I’m going to be using this space mainly to write down thoughts about whatever section I complete at whatever point in time. These thoughts may be rants, comments, opinions, jokes, or just plain ol’ infodumps. I’m primarily writing this to keep myself accountable.
Chapter 1. Getting Started
Installing Rust for me was a two-step process - installing rustup and installing cargo, since I had a linker already (anyone who has gcc or clang will have one.)
The cURL to install rustup:
curl --proto '=https' --tlsv1.2 https://sh.rustup.rs -sSf | sh
strikes me as odd - why force TLS 1.2, I wonder?
rustfmt seems like a super useful formatting tool - I will be using it extensively.
Printing in rust seems to be most easily done via macro - println! (the bang is part of the macro, not me being excited.)
Chapter 2. Programming a Guessing Game
Why do we have JavaScript style ’let’, with type inference happening despite being a statically typed language? :’) I’m already not a fan of C++’s ‘auto’ :/
There’s a lot of chaining involved in Rust.
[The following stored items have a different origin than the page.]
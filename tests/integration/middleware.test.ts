// The middleware as a function: the page CSP with its per-request nonce, the strict CSP of route
// handlers, and the refusal of state-changing /api requests that are not same-origin JSON.
// Route files are read from app/api, so a new handler is covered without editing this file.
import fs from "node:fs";
import path from "node:path";
import { NextRequest } from "next/server";
import { afterEach, describe, expect, it } from "vitest";
import { API_CSP, CALLER_CHECKED_ELSEWHERE, MULTIPART_ROUTES, OWN_CSP_ROUTES, middleware, pageCsp } from "@/middleware";

const APP = "http://app.test";
const ORIGINAL_AUTH_URL = process.env.AUTH_URL;

afterEach(() => {
  if (ORIGINAL_AUTH_URL === undefined) delete process.env.AUTH_URL;
  else process.env.AUTH_URL = ORIGINAL_AUTH_URL;
});

function req(url: string, init: { method?: string; headers?: Record<string, string>; body?: string } = {}) {
  return new NextRequest(new URL(url, APP), { method: init.method ?? "GET", headers: init.headers, body: init.body });
}

const passedOn = (res: Response) => res.headers.get("x-middleware-next") === "1";

function directives(csp: string): Map<string, string> {
  return new Map(csp.split(";").map((d) => d.trim()).filter(Boolean).map((d) => [d.split(" ")[0]!, d.slice(d.indexOf(" ") + 1)]));
}

/** Every app/api route file, with its URL (dynamic segments filled in) and source text. */
function apiRoutes(): { url: string; file: string; source: string }[] {
  const root = path.resolve(import.meta.dirname, "../../app");
  const out: { url: string; file: string; source: string }[] = [];
  const walk = (dir: string) => {
    for (const entry of fs.readdirSync(dir, { withFileTypes: true })) {
      const p = path.join(dir, entry.name);
      if (entry.isDirectory()) walk(p);
      else if (/^route\.(ts|tsx)$/.test(entry.name)) {
        const segments = path.relative(root, dir).split(path.sep).filter((s) => !/^\(.*\)$/.test(s));
        const url = "/" + segments.map((s) => (s.startsWith("[...") ? "x/y" : s.startsWith("[") ? "abc123" : s)).join("/");
        out.push({ url, file: path.relative(root, p), source: fs.readFileSync(p, "utf8") });
      }
    }
  };
  walk(path.join(root, "api"));
  return out;
}

const WRITE_METHODS = ["POST", "PUT", "PATCH", "DELETE"] as const;
const exportedWrites = (source: string) => WRITE_METHODS.filter((m) => new RegExp(`export (async function|const) ${m}\\b|export const \\{[^}]*\\b${m}\\b`).test(source));

describe("the page Content-Security-Policy", () => {
  it("carries a fresh nonce per request, passed to the framework in the request headers", () => {
    const a = middleware(req("/sign-in"));
    const b = middleware(req("/sign-in"));
    expect(passedOn(a)).toBe(true);
    const csp = a.headers.get("content-security-policy")!;
    const nonce = a.headers.get("x-middleware-request-x-nonce")!;
    expect(nonce).toMatch(/^[A-Za-z0-9+/]{22}==$/); // 16 random bytes
    expect(b.headers.get("x-middleware-request-x-nonce")).not.toBe(nonce);
    // The framework reads the nonce from the request's CSP header: the same policy goes both ways.
    expect(a.headers.get("x-middleware-request-content-security-policy")).toBe(csp);
    const d = directives(csp);
    expect(d.get("script-src")).toBe(`'self' 'nonce-${nonce}' 'strict-dynamic'`);
    expect(d.get("style-src-elem")).toBe(`'self' 'nonce-${nonce}'`);
    expect(d.get("frame-ancestors")).toBe("'none'");
    expect(d.get("object-src")).toBe("'none'");
    expect(d.get("default-src")).toBe("'self'");
    expect(d.get("connect-src")).toBe("'self'");
    expect(csp).not.toMatch(/script-src[^;]*'unsafe-(inline|eval)'/);
    expect(csp).not.toMatch(/https?:\/\//); // nothing is loaded from another host
    expect(d.has("upgrade-insecure-requests")).toBe(false);
  });

  it("next dev gets what its fast refresh needs; production never does", () => {
    const dev = directives(pageCsp("abc", { dev: true }));
    expect(dev.get("script-src")).toBe("'self' 'nonce-abc' 'strict-dynamic' 'unsafe-eval'");
    expect(dev.get("style-src-elem")).toBe("'self' 'unsafe-inline'");
    const prod = directives(pageCsp("abc"));
    expect(prod.get("script-src")).toBe("'self' 'nonce-abc' 'strict-dynamic'");
    expect(prod.get("style-src-elem")).toBe("'self' 'nonce-abc'");
    expect(prod.get("style-src-attr")).toBe("'unsafe-inline'"); // chart and width styles; attributes cannot run code
  });

  it("asks for https subresources only when the request came over https", () => {
    const res = middleware(req("/sign-in", { headers: { "x-forwarded-proto": "https" } }));
    expect(directives(res.headers.get("content-security-policy")!).has("upgrade-insecure-requests")).toBe(true);
  });

  it("a club page without a session cookie is redirected to sign-in, with the CSP on the redirect", () => {
    const res = middleware(req("/clubs/reedwater/money?x=1"));
    expect(res.status).toBe(307);
    expect(res.headers.get("location")).toBe(`${APP}/sign-in?callbackUrl=${encodeURIComponent("/clubs/reedwater/money?x=1")}`);
    expect(res.headers.get("content-security-policy")).toContain("frame-ancestors 'none'");
    const withCookie = middleware(req("/clubs/reedwater", { headers: { cookie: "authjs.session-token=abc" } }));
    expect(passedOn(withCookie)).toBe(true);
    expect(withCookie.headers.get("content-security-policy")).toContain("'nonce-");
    expect(passedOn(middleware(req("/operatorish")))).toBe(true); // only /operator and below need a session
  });

  it("the matcher leaves out only the build's static files", async () => {
    const { config } = await import("@/middleware");
    const re = new RegExp(`^${config.matcher[0]!.replace("/((?!", "/(?!").replace(").*)", ").*")}$`);
    for (const p of ["/", "/sign-in", "/clubs/x/money", "/api/clubs/x/bookings", "/favicon.ico", "/does-not-exist"]) expect(re.test(p), p).toBe(true);
    for (const p of ["/_next/static/chunks/main.js", "/_next/image"]) expect(re.test(p), p).toBe(false);
  });
});

describe("route handler responses", () => {
  it("get the strict policy: nothing may run, load or frame them", () => {
    const res = middleware(req("/api/clubs/reedwater/flight-line"));
    expect(passedOn(res)).toBe(true);
    expect(res.headers.get("content-security-policy")).toBe(API_CSP);
    expect(directives(API_CSP).get("default-src")).toBe("'none'");
    expect(directives(API_CSP).get("frame-ancestors")).toBe("'none'");
  });

  it("a route that sets its own policy keeps it (Next would drop the handler's header if middleware set one)", () => {
    expect(middleware(req("/api/clubs/reedwater/uploads/u1")).headers.get("content-security-policy")).toBeNull();
    const own = apiRoutes().filter((r) => /content-security-policy/i.test(r.source));
    for (const r of own) expect(OWN_CSP_ROUTES.some((re) => re.test(r.url)), `${r.file} sets its own CSP but middleware.ts would overwrite it`).toBe(true);
    for (const r of apiRoutes().filter((x) => !own.includes(x) && !OWN_CSP_ROUTES.some((re) => re.test(x.url)))) {
      expect(middleware(req(r.url)).headers.get("content-security-policy"), r.file).toBe(API_CSP);
    }
  });
});

describe("state-changing route handlers answer only same-origin JSON", () => {
  const url = "/api/clubs/reedwater/bookings";
  const json = { "content-type": "application/json", origin: APP };

  async function expectRefusal(res: Response, status: number, code: string) {
    expect(res.status).toBe(status);
    expect(passedOn(res)).toBe(false);
    const body = (await res.json()) as { error: { code: string; message: string } };
    expect(body.error.code).toBe(code);
    expect(body.error.message.length).toBeGreaterThan(10);
    expect(res.headers.get("content-security-policy")).toBe(API_CSP);
  }

  it("same-origin JSON goes on to the handler, a charset parameter included", () => {
    expect(passedOn(middleware(req(url, { method: "POST", headers: json, body: "{}" })))).toBe(true);
    expect(passedOn(middleware(req(url, { method: "POST", headers: { ...json, "content-type": "Application/JSON; charset=utf-8" }, body: "{}" })))).toBe(true);
  });

  it("no Origin header: 403", async () => {
    await expectRefusal(middleware(req(url, { method: "POST", headers: { "content-type": "application/json" }, body: "{}" })), 403, "forbidden");
  });

  it("another site's Origin: 403, even with a JSON body", async () => {
    await expectRefusal(middleware(req(url, { method: "POST", headers: { ...json, origin: "https://evil.example" }, body: "{}" })), 403, "forbidden");
    await expectRefusal(middleware(req(url, { method: "POST", headers: { ...json, origin: "null" }, body: "{}" })), 403, "forbidden");
    await expectRefusal(middleware(req(url, { method: "POST", headers: { ...json, origin: "http://app.test:8080" }, body: "{}" })), 403, "forbidden");
  });

  it("text/plain, form posts and multipart are 415 (what a cross-site form or a simple fetch can send)", async () => {
    for (const type of ["text/plain", "application/x-www-form-urlencoded", "multipart/form-data; boundary=x", ""]) {
      const headers: Record<string, string> = { origin: APP };
      if (type) headers["content-type"] = type;
      await expectRefusal(middleware(req(url, { method: "POST", headers, body: '{"a":1}' })), 415, "unsupported_media_type");
    }
    expect(MULTIPART_ROUTES).toEqual([]); // no handler takes a file today; uploads go through server actions
  });

  it("with AUTH_URL configured, the expected origin is the configured one, not the request's host", async () => {
    process.env.AUTH_URL = "https://club.example.org/api/auth";
    await expectRefusal(middleware(req(url, { method: "POST", headers: json, body: "{}" })), 403, "forbidden");
    expect(passedOn(middleware(req(url, { method: "POST", headers: { ...json, origin: "https://club.example.org" }, body: "{}" })))).toBe(true);
    // A forged Host cannot make a foreign Origin look like ours.
    const forged = new NextRequest("https://evil.example/api/clubs/reedwater/bookings", { method: "POST", headers: { "content-type": "application/json", origin: "https://evil.example" }, body: "{}" });
    await expectRefusal(middleware(forged), 403, "forbidden");
  });

  it("reads are never refused", () => {
    for (const method of ["GET", "HEAD", "OPTIONS"]) expect(passedOn(middleware(req(url, { method, headers: { origin: "https://evil.example" } }))), method).toBe(true);
  });

  it("every state-changing handler under app/api is covered, except Auth.js and the signed webhook", async () => {
    const writers = apiRoutes().flatMap((r) => exportedWrites(r.source).map((method) => ({ ...r, method })));
    const checked = writers.filter((w) => !CALLER_CHECKED_ELSEWHERE.some((re) => re.test(w.url)));
    expect(checked.length).toBeGreaterThanOrEqual(2); // bookings and document reminders today
    for (const w of checked) {
      for (const method of WRITE_METHODS) {
        await expectRefusal(middleware(req(w.url, { method, headers: { "content-type": "text/plain", origin: APP }, body: "{}" })), 415, "unsupported_media_type");
        await expectRefusal(middleware(req(w.url, { method, headers: { "content-type": "application/json", origin: "https://evil.example" }, body: "{}" })), 403, "forbidden");
      }
    }
    const exempt = writers.filter((w) => CALLER_CHECKED_ELSEWHERE.some((re) => re.test(w.url))).map((w) => w.file).sort();
    expect(exempt).toEqual(["api/auth/[...nextauth]/route.ts", "api/cron/tick/route.ts", "api/webhooks/payments/route.ts"]);
    // Exempt ones are passed on as they are: Auth.js checks its own CSRF token, the webhook its signature.
    expect(passedOn(middleware(req("/api/auth/callback/credentials", { method: "POST", headers: { "content-type": "application/x-www-form-urlencoded", origin: APP }, body: "a=b" })))).toBe(true);
    expect(passedOn(middleware(req("/api/webhooks/payments", { method: "POST", headers: { "content-type": "application/json; charset=utf-8" }, body: "{}" })))).toBe(true);
  });
});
Again, reminiscent of Javascript.
Right now, the whole concept of mut needing to be explicitly mentioned to make a variable mutable feels odd. Why not stick with using const if it needs to be immutable, and default to mutable otherwise?
1..=100 - what is this range syntax 😢
match seems the equivalent of the C++ switch-case, but it works a little differently.
A lot of library functions seem to return Result enums. This consists of Err and Ok. Error handling (a huge selling point of Rust) looks like it’s based off of this. For example, the parse method returns a Result that I have to handle.
let parsed_var: u32 = match some_string.parse() {
Ok(parsed_val) => parsed_val,
Err(error) => {
// Do some error handling
}
};
This may be getting ahead of myself, but unwrap and expect do this ‘matching’ compactly, if there is no immediate error handling apart from either doing nothing or printing an error message.
let parsed_var: u32 = some_string.parse().unwrap();
and
let parsed_var: u32 = some_string.parse().expect("Parsing failed oopsies");
Chapter 3. Common Programming Concepts
3.1 Variables and Mutability
Variable Shadowing - what even is this?? This feels like someone realised they maybe should’ve stuck with default mutability but had their ego bruised too much. I doubt I’m ever going to use this particular tidbit. The below piece of code feels straight out of a fever (pythonic) dream.
let spaces = " ";
let spaces = spaces.len();
…just… why??
The rest of this seems vanilla enough, but why. Just… why.
3.2 Data Types
So truthiness is not a thing - fair enough.
This ’tuple’ data type feels kinda odd, I can’t lie. Just give me my struct, man. But I do like that I can just destructure the tuple.
Why can I declare arrays with two structurally similar yet semantically different syntaxes?
let arr1: [u32; 5] // Means an array of u32's of size 5
let arr2: ["Shakaboom"; 10] // Means an array of size 10 with default values as "Shakaboom"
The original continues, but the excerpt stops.